Nonetheless, I love them still. The main problem is, I love catching other fish too lol

That 37" whale, did you get it during the spring massacre, or on a separate occasion? That is something I am yet to see, let alone catch.
My compliments, and congratulations!

Who knows, they might stop by in similar numbers this fall again? We shall see.

Also, thank you for the info about the wall provided. It appears to be a bait-type of area.
It is what it is. No lures - no problem, I'll adjust. 

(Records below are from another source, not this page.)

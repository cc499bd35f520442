//! The sweep engine: plans in, one queue per bench, runs out, RF off on every stop path.
//!
//! [`Engine`] is the one handle the API and the CLI hold. It owns the benches (each a source and
//! an analyzer behind a mutex, driven by one worker task that takes queued runs one at a time:
//! instruments are exclusive), validates plans against the configured limits before anything is
//! sent to an instrument, records every state change in the store, and publishes progress on a
//! broadcast channel.
//!
//! Start-up switches every configured source off and marks runs that were left running as
//! interrupted (their committed points stay); runs that were queued are queued again. Shutdown
//! cancels the active runs (they become interrupted, so they can be resumed), waits for their RF
//! to go off and switches every source off once more.

pub mod acquire;
pub mod adaptive;
pub mod bench;
pub mod chain_run;
pub mod events;
pub mod plan;
pub mod rf_safety;
pub mod runner;
pub mod safety;
mod worker;

use crate::analysis::chain::{ChainPoint, DriveChain};
use crate::config::{Config, Limits};
use crate::store::{
    BenchSafetyRecord, ChainCalibration, ChainCalibrationPoint, NewDevice, NewRun, RunFilter,
    RunProvenance, RunRecord, RunState, Store, StoreError,
};
use bench::BenchInstruments;
use events::ProgressEvent;
use halfwave_drivers::{AnalyzerCapabilities, Identity, InstrumentError, SourceLimits};
use halfwave_units::{Db, Dbm, Hz, Nanometers};
use plan::{ChainSpec, FieldError, Plan, PlanContext, PlanErrors, PlanRequest};
use rf_safety::{AcknowledgeError, BenchSafety};
use serde::Serialize;
use std::collections::{HashMap, HashSet};
use std::sync::Arc;
use tokio::sync::{broadcast, mpsc, Mutex};
use tokio_util::sync::CancellationToken;
use worker::{BenchQueue, BenchSlot};

/// How many progress events a slow watcher may lag behind before it loses old ones.
const EVENT_BUFFER: usize = 1024;

/// Why a plan was not accepted.
#[derive(Debug, thiserror::Error)]
pub enum SubmitError {
    #[error(transparent)]
    Invalid(#[from] PlanErrors),
    #[error(transparent)]
    Store(#[from] StoreError),
}

/// Why a run could not be cancelled or resumed, or the engine could not start.
#[derive(Debug, thiserror::Error)]
pub enum EngineError {
    #[error("run {0} does not exist")]
    RunNotFound(i64),
    #[error("run {run_id} is {state}; only queued, running or interrupted runs can be cancelled")]
    NotCancellable { run_id: i64, state: String },
    #[error("run {run_id} is {state}; only interrupted runs, and failed runs stopped by a link fault, can be resumed")]
    NotResumable { run_id: i64, state: String },
    #[error("no bench named {0:?} is configured on this daemon")]
    BenchNotFound(String),
    #[error("run {run_id} is on a bench this daemon does not drive: {detail}")]
    OtherDaemon { run_id: i64, detail: String },
    #[error(transparent)]
    Acknowledge(#[from] AcknowledgeError),
    #[error("run {run_id} cannot be resumed: {reason}")]
    ResumeRefused { run_id: i64, reason: String },
    #[error(transparent)]
    Store(#[from] StoreError),
    #[error("bench {bench}: {source}")]
    Instrument {
        bench: String,
        #[source]
        source: InstrumentError,
    },
    #[error("{0}")]
    Setup(String),
}

/// A bench as the API shows it.
#[derive(Debug, Clone, Serialize, serde::Deserialize)]
pub struct BenchStatus {
    pub name: String,
    pub source_resource: String,
    pub analyzer_resource: String,
    pub source_identity: Option<Identity>,
    pub analyzer_identity: Option<Identity>,
    pub active_run_id: Option<i64>,
    pub queued_run_ids: Vec<i64>,
    /// `clear`, `output_unconfirmed` (the RF output could not be read back off; the daemon keeps
    /// trying and no run starts) or `awaiting_acknowledgement` (confirmed off after a fault; an
    /// operator must acknowledge before runs start again).
    pub safety_state: rf_safety::SafetyState,
    /// The fault behind a state other than `clear`: cause, since when, when confirmed off.
    pub safety_fault: Option<BenchSafetyRecord>,
}

/// Each bench's stated generator level accuracy (+/- dB) and sensor figures (accuracy +/- %,
/// |Gamma|), as the configuration gives them.
type BenchFigures = (
    HashMap<String, Db>,
    HashMap<String, (Option<f64>, Option<f64>)>,
);

/// Locks a std mutex even if a thread panicked while holding it: the engine's maps stay usable,
/// and above all the cancel path still finds the run to stop and switch off.
fn lock<T>(mutex: &std::sync::Mutex<T>) -> std::sync::MutexGuard<'_, T> {
    mutex
        .lock()
        .unwrap_or_else(std::sync::PoisonError::into_inner)
}

struct Inner {
    store: Store,
    limits: Limits,
    events: broadcast::Sender<ProgressEvent>,
    benches: HashMap<String, Arc<BenchSlot>>,
    /// Each bench's stated generator level accuracy (+/- dB, from the configuration), where given.
    source_level_accuracy: HashMap<String, Db>,
    /// Each bench's stated sensor accuracy (+/- %) and |Gamma|, where given.
    sensor_figures: HashMap<String, (Option<f64>, Option<f64>)>,
    /// Cancel tokens of queued and running chain calibrations.
    chain_cancels: std::sync::Mutex<HashMap<i64, CancellationToken>>,
    /// Runs a previous process left running, marked interrupted by this start.
    interrupted_at_start: Vec<i64>,
    /// Cancel tokens of queued and running runs.
    cancels: std::sync::Mutex<HashMap<i64, CancellationToken>>,
    shutdown: CancellationToken,
    workers: Mutex<Vec<tokio::task::JoinHandle<()>>>,
}

/// The start of the names of the chain calibrations the engine makes for plans with a flat loss
/// (`flat-loss-2.00dB`); a chain a lab stores is any other name (see [`reserved_chain_name`]).
pub const FLAT_LOSS_PREFIX: &str = "flat-loss-";

/// True for the name of a chain calibration the engine makes for a flat loss (the store trims
/// names, so leading blanks do not count).
pub fn is_flat_loss_name(name: &str) -> bool {
    name.trim_start().starts_with(FLAT_LOSS_PREFIX)
}

/// Why a lab's chain calibration may not be stored under `name`, or `None` when it may. The
/// flat-loss names ([`is_flat_loss_name`]) are the engine's own: a plan with a flat loss reuses
/// the newest row of its name, so a lab's table stored under it would stand in for the flat loss.
pub fn reserved_chain_name(name: &str) -> Option<String> {
    is_flat_loss_name(name).then(|| {
        format!(
            "names starting with \"{FLAT_LOSS_PREFIX}\" are kept for the flat losses the engine \
             stores itself; choose another name, e.g. \"bench-2 amplifier A\""
        )
    })
}

/// The engine handle; cheap to clone.
#[derive(Clone)]
pub struct Engine {
    inner: Arc<Inner>,
}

Anyhow, I'd still like to hear if anyone knows can one land on the breakwater wall itself and fish from it. I like the idea of being able to fish both sides of it without 1 mile worth of paddling. Just turn yourself around, and there you are 

Catman, thank you as well. What you propose makes complete sense. I recon I'll spend first two days decorating the bottom of the bay area, and only after that I'll do the boat. And only in case I don't find any angler willing to sell his daily catch to a guy who just broke off about two pounds of gear  

On top of that, could anyone recommend any Head Boat going out of Lewes that had decent results this Summer?
My folks loooove flatties, but will take even a bluefish, as long it is not frozen


----------



## whenican (Feb 21, 2013)

There's also charters going out from the IRI Marina behind the inlet. I would stop by a few bait & tackle shops in the area to get the latest poop. Also, when saltwater fishing isnt happening then freshwater fishing is...& vice versa, so hit up some DE ponds if necessary. Good luck & let us know how happy the in-laws are.


----------



## surfnsam (Apr 28, 2008)

You can fish the inner wall and outer wall mostly tog there but anything might bite. If you are alone or novice I wouldn't do it stay around the pier and get some flounder there and the privet pier. The current at the wall can be swift. I've fished there quite a few times and have had to run from storms against the tide not fun.


----------



## CaliYellowtail (Jul 28, 2014)

Headboat recommendation:

Thelma Dale, a 130' steel hull, very comfortable. $90 a head, full day. They normally target flounder and seabass. I've always done well on her. It's out of Lewes on Fisherman's Warf.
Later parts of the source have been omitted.